What SSDs do need is something known as TRIM optimization. When you delete a file on an SSD, that space doesn’t immediately become available again. Trimming allows data blocks to be flagged and readied for re-use, preventing slowdowns caused by a drive having to erase and rewrite blocks at the same time in the middle of normal use.
The good news is that Windows and macOS have been trimming SSDs automatically for years, so you probably don’t need to do anything — Windows 11, for example, defaults to once per week during expected downtime. You may want to consider manually trimming external SSDs, but some may not even be formatted in a compatible filesystem, and temporary slowdowns are more acceptable if you’re just stashing movies, music, and documents instead of apps.
Blowing dust out of (or off of) your case
Frequency might be the real problem
Dust is a silent killer of PCs. It might seem like a cosmetic problem at first, but if dust gathers on vents and internal components, it can trap enough heat to raise internal temperatures. That, in turn, raises the risk of component failure, particularly in gaming or professional graphics/video systems, which are regularly pushing their CPUs and GPUs as hard as possible. You simply can’t afford a dusty PC if you want to overclock.

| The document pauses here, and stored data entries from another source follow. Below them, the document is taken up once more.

import { Link } from 'expo-router';
import { Pressable, StyleSheet, View } from 'react-native';
import { colors, layout, radii, spacing } from '@/lib/theme';
import type { RequestListItem } from '@/shared/schemas/requests/views';
import { REQUEST_STATE_LABELS } from '@/shared/schemas/requests/workflow';
import { dateLabel } from '../date-label';
import { Icon } from '../icon';
import { Text } from '../text';

/** One request in a list: number, job, firm, state in words, and "New" (not colour alone) when unread. */
export function RequestRow({ request, showFirm }: { request: RequestListItem; showFirm: boolean }) {
  const state = REQUEST_STATE_LABELS[request.status];
  return (
    <Link href={{ pathname: '/requests/[requestId]', params: { requestId: request.id } }} asChild>
      <Pressable
        aria-label={`Request ${request.number}, ${request.jobName}: ${state}${request.unread ? ', new' : ''}`}
        testID="request-row"
        style={styles.link}
      >
        {({ pressed }) => (
          <View style={[styles.row, pressed && styles.pressed]}>
            <View style={[styles.dot, request.unread && styles.unread]} />
            <View style={styles.text}>
              <Text variant="bodyStrong">
                Request {request.number} · {request.jobName}
              </Text>
              <Text>
                {state}
                {request.unread ? ' · New' : ''}
              </Text>
              <Text variant="caption" tone="muted">
                {showFirm ? `${request.firmName} · ` : ''}
                {request.version > 0 ? `version ${request.version} · ` : ''}
                {request.engineerEmail ?? 'no engineer yet'} · {dateLabel(request.updatedAt)}
              </Text>
            </View>
            <Icon name="chevronRight" color={colors.inkMuted} />
          </View>
        )}
      </Pressable>
    </Link>
  );
}

const styles = StyleSheet.create({
  link: { borderRadius: radii.md },
  row: {
    flexDirection: 'row',
    alignItems: 'center',
    gap: spacing.md,
    minHeight: layout.touchTarget,
    paddingVertical: spacing.sm,
    borderBottomWidth: StyleSheet.hairlineWidth,
    borderBottomColor: colors.line,
  },
  pressed: { backgroundColor: colors.overlay },
  dot: { width: 10, height: 10, borderRadius: 5 },
  unread: { backgroundColor: colors.accent },
  text: { flex: 1, gap: spacing.xxs },
});
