import type { ScreenWithHistory } from '@/shared/schemas/bearing-screens';
import { requestComposeSchema, type RequestCompose } from '@/shared/schemas/requests/compose';

/** The longest note a request's existing-condition field takes (shared/schemas/requests/compose.ts). */
const NOTE_MAX = 2000;

/** The lines of text, as many whole ones as fit in `max` characters. */
function fitLines(lines: string[], max: number): string {
  let text = '';
  for (const line of lines) {
    const next = text === '' ? line : `${text}\n${line}`;
    if (next.length > max) break;
    text = next;
  }
  return text;
}

/**
 * The screen's "engineer required" reasons as the text of a request's bearing-points note: the wall, the
 * screen's version, and each reason that calls for an engineer with whether it was seen or assumed and its
 * source, so the engineer reads what the contractor found and on what basis.
 */
export function screenReasonsNote(screen: ScreenWithHistory): string {
  const engineer = screen.result.reasons.filter((r) => r.kind === 'engineer');
  const lines = [
    `Bearing screen of the wall "${screen.wallLabel}" (version ${screen.version}): engineer required.`,
    ...(engineer.length > 0
      ? engineer.map(
          (r) =>
            `• ${r.text} (${r.basis === 'assumed' ? 'assumed' : r.basis === 'seen' ? 'seen' : 'not seen'}; ${r.source})`,
        )
      : screen.result.engineerReasons.map((r) => `• ${r}`)),
  ];
  return fitLines(lines, NOTE_MAX);
}

/** A new request's working copy started from a screen: its reasons in the bearing-points note. */
export function composeFromScreen(screen: ScreenWithHistory): RequestCompose {
  return requestComposeSchema.parse({ conditions: { bearingPoints: screenReasonsNote(screen) } });
}
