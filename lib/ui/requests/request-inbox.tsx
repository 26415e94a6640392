import { useState } from 'react';
import { StyleSheet, View } from 'react-native';
import { useRequests } from '@/lib/hooks/use-design-requests';
import { spacing } from '@/lib/theme';
import { REQUEST_STATE_LABELS, requestStates, type RequestState } from '@/shared/schemas/requests/workflow';
import { Button } from '../button';
import { Card } from '../card';
import { EmptyState } from '../empty-state';
import { ErrorView } from '../error-view';
import { LoadingView } from '../loading-view';
import { RequestRow } from './request-row';

/**
 * The viewer's design requests, newest first, filtered by state: for an engineer the inbox of requests sent
 * to them (a Draft never shows), for the firm every request it composed.
 */
export function RequestInbox({ engineer }: { engineer: boolean }) {
  const [state, setState] = useState<RequestState | undefined>(undefined);
  const { data, error, mutate } = useRequests(state);
  const states = requestStates.filter((s) => !engineer || s !== 'draft');
  return (
    <View style={styles.wrap}>
      <View role="radiogroup" aria-label="Show requests" style={styles.filters}>
        <Button
          label="All"
          variant={state === undefined ? 'primary' : 'secondary'}
          aria-checked={state === undefined}
          onPress={() => setState(undefined)}
        />
        {states.map((s) => (
          <Button
            key={s}
            label={REQUEST_STATE_LABELS[s]}
            variant={state === s ? 'primary' : 'secondary'}
            aria-checked={state === s}
            testID={`filter-${s}`}
            onPress={() => setState(s)}
          />
        ))}
      </View>
      {error ? <ErrorView error={error} onRetry={() => mutate()} /> : null}
      {!data && !error ? <LoadingView /> : null}
      {data && data.length === 0 ? (
        <EmptyState
          testID="requests-empty"
          icon="requests"
          title={state ? `No ${REQUEST_STATE_LABELS[state]} requests` : 'No design requests yet'}
          body={
            engineer
              ? 'Design requests sent to you will appear here, each with the job’s details, loads, photos and the contractor’s questions.'
              : 'Start one from a job: pick its members, add photos and notes, and send it to your engineer.'
          }
        />
      ) : null}
      {data && data.length > 0 ? (
        <Card testID="request-list">
          {data.map((request) => (
            <RequestRow key={request.id} request={request} showFirm={engineer} />
          ))}
        </Card>
      ) : null}
    </View>
  );
}

const styles = StyleSheet.create({
  wrap: { gap: spacing.lg },
  filters: { flexDirection: 'row', flexWrap: 'wrap', gap: spacing.sm },
});
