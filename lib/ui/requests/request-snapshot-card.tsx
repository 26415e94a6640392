import { StyleSheet, View } from 'react-native';
import { formatNumber } from '@/lib/format';
import { spacing } from '@/lib/theme';
import { DESIGNED_MATERIAL_LABELS } from '@/shared/schemas/requests/reply';
import type { RequestDetail } from '@/shared/schemas/requests/views';
import { Card } from '../card';
import { FieldList } from '../field-list';
import { Text } from '../text';

/**
 * The sent version, read-only: the job facts and each member's preliminary size beside the engineer's
 * member when there is a reply; once Designed the preliminary size is marked superseded.
 */
export function RequestSnapshotCard({ request }: { request: RequestDetail }) {
  const snapshot = request.snapshot;
  if (!snapshot) return null;
  const designed = request.status === 'designed' || request.status === 'closed';
  const reply = request.reply?.reply;
  return (
    <Card title={`Version ${snapshot.version} as sent`} testID="request-snapshot">
      <FieldList
        items={[
          {
            label: 'Job',
            value: `${snapshot.job.name}${snapshot.job.address ? `, ${snapshot.job.address}` : ''}`,
          },
          {
            label: 'Jurisdiction',
            value:
              [snapshot.jurisdiction.place, snapshot.jurisdiction.state].filter(Boolean).join(', ') || '—',
          },
          { label: 'Load standard', value: snapshot.job.loadStandard },
          {
            label: 'Ground snow',
            value: `${snapshot.job.groundSnowPsf} psf (${snapshot.job.groundSnowSource || 'source not entered'})`,
          },
          { label: 'Flush or dropped', value: snapshot.constraints.mount },
          { label: 'Questions', value: snapshot.questions || '—' },
        ]}
      />
      {snapshot.members.map((member) => {
        const answer = reply?.members.find((m) => m.memberId === member.id);
        return (
          <View key={member.id} style={styles.member} testID="request-member">
            <Text variant="bodyStrong">{member.label}</Text>
            <Text
              tone={designed && answer ? 'muted' : 'ink'}
              style={designed && answer ? styles.superseded : undefined}
            >
              Preliminary: {member.summary.sizeLabel} {member.summary.materialLabel} (
              {member.summary.governingCheck} at {formatNumber(member.summary.governingRatio, 2)})
            </Text>
            {designed && answer ? (
              <Text variant="caption">Preliminary size superseded by the engineer’s member</Text>
            ) : null}
            {answer ? (
              <Text variant="bodyStrong" testID="engineer-member">
                Engineer: {DESIGNED_MATERIAL_LABELS[answer.material]}, {answer.designation}
                {answer.plies ? ` (${answer.plies} plies)` : ''}
              </Text>
            ) : null}
            {answer ? (
              <Text variant="caption" tone="muted">
                {[answer.plyFastening, answer.hangers, answer.posts, answer.footing, answer.connections]
                  .filter(Boolean)
                  .join(' · ')}
                {answer.bearingLeftIn
                  ? ` · bearing ${answer.bearingLeftIn} / ${answer.bearingRightIn ?? '—'} in`
                  : ''}
              </Text>
            ) : null}
          </View>
        );
      })}
      {reply && reply.verifyInField.length > 0 ? (
        <View style={styles.member} testID="verify-in-field">
          <Text variant="bodyStrong">Verify in the field</Text>
          {reply.verifyInField.map((item) => (
            <Text key={item.item}>
              • {item.item}
              {item.photo ? ' (photo wanted)' : ''}
            </Text>
          ))}
        </View>
      ) : null}
    </Card>
  );
}

const styles = StyleSheet.create({
  member: { gap: spacing.xxs, paddingTop: spacing.md },
  superseded: { textDecorationLine: 'line-through' },
});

When it comes to external dust, simply wiping vents with a dry microfiber cloth or paper towel will probably do. It’s when you need to clean the inside of a tower PC that things get complicated. You need to not only turn off the tower, but unplug it, and ground yourself by holding onto to the case or using an anti-static wristband. An anti-static mat might be useful if you have one.
Once you’ve got your tower open, you can use an electric duster or compressed air can to clean off components. Avoid using any kind of vacuum, owing to the threat of static. If you do use an air can, be sure to hold it upright and a few inches away from components to avoid spraying any liquid. Fire air in short, controlled bursts.
The way most people get this wrong isn’t so much in how they do it as how frequently. You shouldn’t wait until you happen to notice dust and find it disgusting. Instead, it’s best to wipe off external dust at least once per month, and do a thorough tower cleaning a few times per year. You may need to clean more often than this depending on the condition of the room your machine normally sits in. Don’t worry about cleaning the insides of laptops — modern designs make this difficult, and their internal ventilation systems are usually adequate to prevent issues.
Backing up important data
Be ready for the absolute worst
If your demands aren’t that big, it’s possible for backup to be trivial and automatic. Cloud lockers like Google Drive, iCloud Drive, and OneDrive are baked into most devices, and you can rely exclusively on streaming services for music and video. If your laptop falls off a building, all you might need to do is re-download your apps and sign back into accounts when you buy a replacement.
You might even save data to multiple external drives, stashing one of them off-site or in a fireproof safe.
If data is truly important, though, it should always be saved in at least three locations: the cloud, your internal hard drive, and an external backup drive. Drives can fail, and if a disaster strikes, you may need a copy you can grab while rushing out the door. Heck, even cloud servers can run into problems, and it’s never wise to be completely dependent on a service that expects you to pay every month until you switch or die.
Based on your needs, you might consider saving files to multiple cloud services, or ones that can restore an entire computer, such as Backblaze. You might even save data to multiple external drives, stashing one of them off-site or in a fireproof safe. That last option might be a bit extreme, but not so much if you’re relying on it for your livelihood.